2a) zainstaluj z fail2ban lub denyhosts (parsuje logi [fail2ban moze robic to "on change" loga, denyhosts chyba tylko co okreslony czas je przeglada]) - blokuja "atakujace" IP jezeli pomylily haslo okreslona ilosc razy (fail za pomoca firewalla, deny za pomoca tcpwrappers)

2b) alternatywa to tcpwrappers i polityka zamknieta (deny.hosts - ALL: ALL, allow.hosts - sshd: .pl sshd: .net sshd: 192.168.0.0/255.255.255.0 itd) (ja mam odblokowana tylko domene pl i net [dialog, czy netia z niej korzystaja] + pare znanych ip (potrafia byc problemy z reverse dns i wtedy nie rozpoznaje, ze to jest .pl)

a do tego mozna dopisac prosty programik cronowy, ktory jak wykryje probe wlamu, to skanuje tamtego hosta i jezeli to linux z otwartym ssh/ftp probuje sie przez 30min logowac na usera np. "nie_wlamuj_sie", czy cos w tym stylu  :Wink:  musi cos takiego potem super w logach wygladac  :Wink: 

----------

## bartmarian

fail2ban - używam do np posfix'a, blokuje IP:25 na pół dnia

denyhosts - cóż, tu ban jest na tydzień w przypadku user i 3 tygodnie gdy root

Edit by Poe

ort  

----------

## Bialy

Niekiedy prob na dany login jest kilka, a innym razem 1 proba.

Co dziwne nie ma prob wlamu na login 'root'.

----------

## quosek

to moze pomoze na pojedyncze proby blokoda na tcpwrapperach zakresow ....

jezeli laczysz sie tylko z kompow ktore maja dnsa ustawionego na .pl lub .net (wiekszosc dostawcow w polsce) to mozesz zrobic takie regulki jak ja mam

ew. jezeli zrobisz statystyki i okaze Ci sie ze np. masz duzo trefnych polaczen z chin, indonezji itd to mozesz poblokowac tylko te "panstwa" w hosts.deny

----------

## Bialy

A moze tcpwrappers + fail2ban ?? W tej kolejnosci.

Wtedy wytne wszystkie domeny jakie chce + wycinanie tych ktorzy probuja z domen z allow.

Mozna tak zrobic?

----------

## quosek

oczywiscie ze mozna  :Wink: 

----------

## sir KAT

Polecam regułę iptables z modułem recent.
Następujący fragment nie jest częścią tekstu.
"""Sphinx configuration of the twofold API reference (built from the docstrings).

Build: ``python -m sphinx -W -b html tests/apidoc /tmp/twofold-api`` (tests/test_apidoc.py does
this with warnings as errors). The source sits under ``tests/`` because the repository's top
level is fixed by the design.
"""

import importlib
import pkgutil
from importlib.metadata import version as _version

project = "twofold"
author = "twofold developers"
release = _version("twofold")
version = release

extensions = ["sphinx.ext.autodoc", "sphinx.ext.autosummary", "numpydoc"]

autodoc_default_options = {"members": True, "member-order": "bysource"}
autodoc_typehints = "none"  # numpydoc sections carry the types
autosummary_generate = False
numpydoc_show_class_members = False
numpydoc_class_members_toctree = False
numpydoc_xref_param_type = False
nitpicky = False
html_theme = "alabaster"
exclude_patterns = ["_build"]

# Every public module of a package gets an ``automodule`` entry on the package's page, found by
# walking the package, so a new module is documented (and its docstrings checked) without an edit
# here. Left out: private modules, the command modules (``twofold --help`` documents them) and
# the two participant-runner modules that import PsychoPy at the top.
_SKIP = {
    "twofold.experiments.cli",
    "twofold.experiments.human.runner",
    "twofold.experiments.human.screens",
}


def public_modules(package: str) -> list[str]:
    """Public modules under ``package`` (itself excluded), in import-path order."""
    pkg = importlib.import_module(package)
    found = []
    for info in pkgutil.walk_packages(pkg.__path__, prefix=f"{package}."):
        parts = info.name.split(".")
        if any(p.startswith("_") for p in parts) or any(
            info.name == s or info.name.startswith(s + ".") for s in _SKIP
        ):
            continue
        found.append(info.name)
    return sorted(found)


def _add_modules(app, docname, source):  # noqa: ANN001 - Sphinx event signature
    package = f"twofold.{docname}"
    if docname in {"study", "experiments", "analysis"}:
        source[0] += "\n" + "".join(_entry(m) for m in public_modules(package))


def _entry(module: str) -> str:
    """An automodule entry; a package leaves out re-exported names that equal a sub-module's
    name (``grids.search`` the function vs ``grids.search`` the module)."""
    mod = importlib.import_module(module)
    subs = {i.name for i in pkgutil.iter_modules(getattr(mod, "__path__", []))}
    clash = sorted(subs & set(getattr(mod, "__all__", [])))
    option = f"   :exclude-members: {', '.join(clash)}\n" if clash else ""
    return f"\n.. automodule:: {module}\n{option}"


def setup(app):  # noqa: ANN001, ANN201
    app.connect("source-read", _add_modules)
A poza tym jak ktoś już powiedział najlepszym sposobem jest po prostu zmiana portu.

----------

## lazy_bum

 *bartmarian wrote:*   

> denyhosts - cuż, tu ban jest na tydzień w przypadku user i 3 tygodnie gdy root

 

Albo na 3 tygodnie... albo na 1 dzień... albo na pół roku... albo jak sobie ustawisz w konfigu. (-;

Osobiście używałm ww. i bardzo mi odpowiada. Prób władowania się przez ssh mam sporo, tyle, że zazwyczaj to "jedzie" z jednego IP po jakiś losowych loginach (typu "sales", "admin" itd...). Co więcej denyhosts potrafi synchronizować bazę "złych IP" z zebranymi przez innych userów "złymi IP", co potrafi mocno zmniejszyć ilość "natrętów". (-;

----------

## Bialy

Co do plikow allow/denny.host to mam je sam stworzyc? To zemergowaniu tcp-wrapper nie mam tych plikow.

================================================

Uzbroilem sie tez w denyhosts i jedno mnie dziwi ze w konfigu jest odniesienie tylko do deny.host. Jak w deny.host wstawie all to w ogole nie bede mogl sie logowac na sshd?

Arfrever: Połączono posty.

----------

## quosek

w /etc powinienes miec hosts.deny i hosts.allow

allow jest wazniejszy od deny (czyli cos zezwolonego i zabronionego jest zezwolone)

----------

## mast3r

*  app-admin/denyhosts

      Latest version available: 2.6-r1

      Latest version installed: [ Not Installed ]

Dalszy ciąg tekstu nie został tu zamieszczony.